• [TASK PROMPT]: For the word "SyntaxConfig", return each line of the data in which it occurs.

(Beginning of PROVIDED DATA)

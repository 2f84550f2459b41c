//! The page: one file without script, network or reference to anything outside.

use super::content::{Content, content};
use super::document::Document;
use super::figures::Figures;
use minijinja::syntax::SyntaxConfig;
use minijinja::value::{Serde, Value};
use minijinja::{AutoEscape, Environment, context};

/// The skeleton, and what every kind of block becomes.
const PAGE: &str = include_str!("html/page.html");
const STYLE: &str = include_str!("html/style.css");

impl Document {
    /// The sheet as a page.
    ///
    /// # Panics
    ///
    /// Never: the template is part of the program, and a test renders every kind of block.
    #[must_use]
    pub fn html(&self, figures: &Figures) -> String {
        let content: Content = content(self);
        let mut environment = Environment::new();
        environment.set_auto_escape_callback(|_| AutoEscape::Html);
        let syntax = SyntaxConfig::builder()
            .trim_blocks(true)
            .lstrip_blocks(true)
            .build();
        environment.set_syntax(syntax.expect("the delimiters are those of every template"));
        environment
            .add_template("page", PAGE)
            .expect("the template is part of the program");
        let svgs: Vec<Option<Value>> = (0..)
            .take(figures.count())
            .map(|number| {
                figures
                    .get(number)
                    .map(|it| Value::from_safe_string(it.svg()))
            })
            .collect();
        let template = environment.get_template("page").expect("just added");
        template
            .render(context! {
                content => Serde(content),
                figures => svgs,
                style => Value::from_safe_string(STYLE.to_owned()),
            })
            .expect("the template knows every kind of block")
    }
}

(End of PROVIDED DATA)

• [SOLUTION TO THIS TASK]:
use minijinja::syntax::SyntaxConfig;
        let syntax = SyntaxConfig::builder()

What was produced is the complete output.